Information provided:
/**
 * The alarm vocabulary of DESIGN.md ("Interfaces"): condition, state and priority codes, used by
 * the server, the API and the client alike. States are those of ISA-18.2 / IEC 62682 (TRADE.md §7).
 */
export const ALARM_CONDITIONS = [
  'dp-low-in-range',
  'dp-over-range',
  'stack-disagreement',
  'frozen',
  'stale',
  'bad-quality',
  'outside-standard-limits',
  'calibration-due',
  'calibration-overdue',
  'reconciliation-out-of-tolerance',
  'balance-out-of-tolerance',
  'care-due',
  'care-overdue',
  'reverse-flow',
] as const;
export type AlarmCondition = (typeof ALARM_CONDITIONS)[number];

/**
 * ISA-18.2 alarm states. "normal" closes an occurrence; "shelved" (operator, time-limited) and
 * "out-of-service" (maintenance) keep the condition tracked but not annunciated.
 */
export const ALARM_STATES = [
  'active-unacknowledged',
  'active-acknowledged',
  'returned-unacknowledged',
  'normal',
  'shelved',
  'out-of-service',
] as const;
export type AlarmState = (typeof ALARM_STATES)[number];

export const ALARM_PRIORITIES = ['high', 'medium', 'low'] as const;
export type AlarmPriority = (typeof ALARM_PRIORITIES)[number];

/** Conditions judged per transmitter (the others belong to the meter run as a whole). */
export const TRANSMITTER_CONDITIONS: readonly AlarmCondition[] = [
  'dp-low-in-range',
  'dp-over-range',
  'frozen',
  'stale',
  'bad-quality',
  'calibration-due',
  'calibration-overdue',
];

/** Conditions that only DP transmitters have. */
export const DP_ONLY_CONDITIONS: readonly AlarmCondition[] = ['dp-low-in-range', 'dp-over-range'];
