import { type AlarmTransitionError, nextAlarmStatus } from './alarm-lifecycle';

// The transitions of the ISA-18.2 / IEC 62682 state diagram (TRADE.md §7).
const code = (fn: () => unknown) => {
  try {
    fn();
  } catch (err) {
    return (err as AlarmTransitionError).code;
  }
  return null;
};

describe('nextAlarmStatus', () => {
  it('goes active-unacknowledged → active-acknowledged → normal on acknowledge then clear', () => {
    const a = nextAlarmStatus({ state: 'normal', conditionActive: false }, 'raise');
    expect(a).toEqual({ state: 'active-unacknowledged', conditionActive: true });
    const b = nextAlarmStatus(a, 'acknowledge');
    expect(b.state).toBe('active-acknowledged');
    expect(nextAlarmStatus(b, 'clear')).toEqual({ state: 'normal', conditionActive: false });
  });

  it('goes active-unacknowledged → returned-unacknowledged → normal on clear then acknowledge', () => {
    const a = nextAlarmStatus({ state: 'active-unacknowledged', conditionActive: true }, 'clear');
    expect(a.state).toBe('returned-unacknowledged');
    expect(nextAlarmStatus(a, 'acknowledge').state).toBe('normal');
  });

  it('returns to alarm from returned-unacknowledged when the condition comes back', () => {
    expect(nextAlarmStatus({ state: 'returned-unacknowledged', conditionActive: false }, 'raise').state).toBe(
      'active-unacknowledged',
    );
  });

  it('refuses a second acknowledge and an acknowledge of a normal alarm with distinct codes', () => {
    expect(code(() => nextAlarmStatus({ state: 'active-acknowledged', conditionActive: true }, 'acknowledge'))).toBe(
      'already_acknowledged',
    );
    expect(code(() => nextAlarmStatus({ state: 'normal', conditionActive: false }, 'acknowledge'))).toBe(
      'already_normal',
    );
  });

  it('keeps tracking the condition while shelved and unshelves to what the condition is', () => {
    const shelved = nextAlarmStatus({ state: 'active-unacknowledged', conditionActive: true }, 'shelve');
    expect(shelved.state).toBe('shelved');
    const cleared = nextAlarmStatus(shelved, 'clear');
    expect(cleared).toEqual({ state: 'shelved', conditionActive: false });
    expect(nextAlarmStatus(cleared, 'unshelve').state).toBe('normal');
    expect(nextAlarmStatus(shelved, 'unshelve').state).toBe('active-unacknowledged');
  });

  it('refuses to shelve an alarm that is out of service or already shelved', () => {
    expect(code(() => nextAlarmStatus({ state: 'out-of-service', conditionActive: true }, 'shelve'))).toBe(
      'out_of_service',
    );
    expect(code(() => nextAlarmStatus({ state: 'shelved', conditionActive: true }, 'shelve'))).toBe('already_shelved');
  });

  it('returns from out of service to active-unacknowledged when the condition holds', () => {
    const oos = nextAlarmStatus({ state: 'active-acknowledged', conditionActive: true }, 'remove-from-service');
    expect(oos.state).toBe('out-of-service');
    expect(nextAlarmStatus(oos, 'return-to-service').state).toBe('active-unacknowledged');
  });
});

Exercise requirements: Each record above should be repeated exactly as it appears.

Result for this task:
/**
 * The alarm vocabulary of DESIGN.md ("Interfaces"): condition, state and priority codes, used by
 * the server, the API and the client alike. States are those of ISA-18.2 / IEC 62682 (TRADE.md §7).
 */
export const ALARM_CONDITIONS = [
  'dp-low-in-range',
  'dp-over-range',
  'stack-disagreement',
  'frozen',
  'stale',
  'bad-quality',
  'outside-standard-limits',
  'calibration-due',
  'calibration-overdue',
  'reconciliation-out-of-tolerance',
  'balance-out-of-tolerance',
  'care-due',
  'care-overdue',
  'reverse-flow',
] as const;
export type AlarmCondition = (typeof ALARM_CONDITIONS)[number];

/**
 * ISA-18.2 alarm states. "normal" closes an occurrence; "shelved" (operator, time-limited) and
 * "out-of-service" (maintenance) keep the condition tracked but not annunciated.
 */
export const ALARM_STATES = [
  'active-unacknowledged',
  'active-acknowledged',
  'returned-unacknowledged',
  'normal',
  'shelved',
  'out-of-service',
] as const;
export type AlarmState = (typeof ALARM_STATES)[number];

export const ALARM_PRIORITIES = ['high', 'medium', 'low'] as const;
export type AlarmPriority = (typeof ALARM_PRIORITIES)[number];

/** Conditions judged per transmitter (the others belong to the meter run as a whole). */
export const TRANSMITTER_CONDITIONS: readonly AlarmCondition[] = [
  'dp-low-in-range',
  'dp-over-range',
  'frozen',
  'stale',
  'bad-quality',
  'calibration-due',
  'calibration-overdue',
];

/** Conditions that only DP transmitters have. */
export const DP_ONLY_CONDITIONS: readonly AlarmCondition[] = ['dp-low-in-range', 'dp-over-range'];
import { type AlarmTransitionError, nextAlarmStatus } from './alarm-lifecycle';

// The transitions of the ISA-18.2 / IEC 62682 state diagram (TRADE.md §7).
const code = (fn: () => unknown) => {
  try {
    fn();
  } catch (err) {
    return (err as AlarmTransitionError).code;
  }
  return null;
};

describe('nextAlarmStatus', () => {
  it('goes active-unacknowledged → active-acknowledged → normal on acknowledge then clear', () => {
    const a = nextAlarmStatus({ state: 'normal', conditionActive: false }, 'raise');
    expect(a).toEqual({ state: 'active-unacknowledged', conditionActive: true });
    const b = nextAlarmStatus(a, 'acknowledge');
    expect(b.state).toBe('active-acknowledged');
    expect(nextAlarmStatus(b, 'clear')).toEqual({ state: 'normal', conditionActive: false });
  });

  it('goes active-unacknowledged → returned-unacknowledged → normal on clear then acknowledge', () => {
    const a = nextAlarmStatus({ state: 'active-unacknowledged', conditionActive: true }, 'clear');
    expect(a.state).toBe('returned-unacknowledged');
    expect(nextAlarmStatus(a, 'acknowledge').state).toBe('normal');
  });

  it('returns to alarm from returned-unacknowledged when the condition comes back', () => {
    expect(nextAlarmStatus({ state: 'returned-unacknowledged', conditionActive: false }, 'raise').state).toBe(
      'active-unacknowledged',
    );
  });

  it('refuses a second acknowledge and an acknowledge of a normal alarm with distinct codes', () => {
    expect(code(() => nextAlarmStatus({ state: 'active-acknowledged', conditionActive: true }, 'acknowledge'))).toBe(
      'already_acknowledged',
    );
    expect(code(() => nextAlarmStatus({ state: 'normal', conditionActive: false }, 'acknowledge'))).toBe(
      'already_normal',
    );
  });

  it('keeps tracking the condition while shelved and unshelves to what the condition is', () => {
    const shelved = nextAlarmStatus({ state: 'active-unacknowledged', conditionActive: true }, 'shelve');
    expect(shelved.state).toBe('shelved');
    const cleared = nextAlarmStatus(shelved, 'clear');
    expect(cleared).toEqual({ state: 'shelved', conditionActive: false });
    expect(nextAlarmStatus(cleared, 'unshelve').state).toBe('normal');
    expect(nextAlarmStatus(shelved, 'unshelve').state).toBe('active-unacknowledged');
  });

  it('refuses to shelve an alarm that is out of service or already shelved', () => {
    expect(code(() => nextAlarmStatus({ state: 'out-of-service', conditionActive: true }, 'shelve'))).toBe(
      'out_of_service',
    );
    expect(code(() => nextAlarmStatus({ state: 'shelved', conditionActive: true }, 'shelve'))).toBe('already_shelved');
  });

  it('returns from out of service to active-unacknowledged when the condition holds', () => {
    const oos = nextAlarmStatus({ state: 'active-acknowledged', conditionActive: true }, 'remove-from-service');
    expect(oos.state).toBe('out-of-service');
    expect(nextAlarmStatus(oos, 'return-to-service').state).toBe('active-unacknowledged');
  });
});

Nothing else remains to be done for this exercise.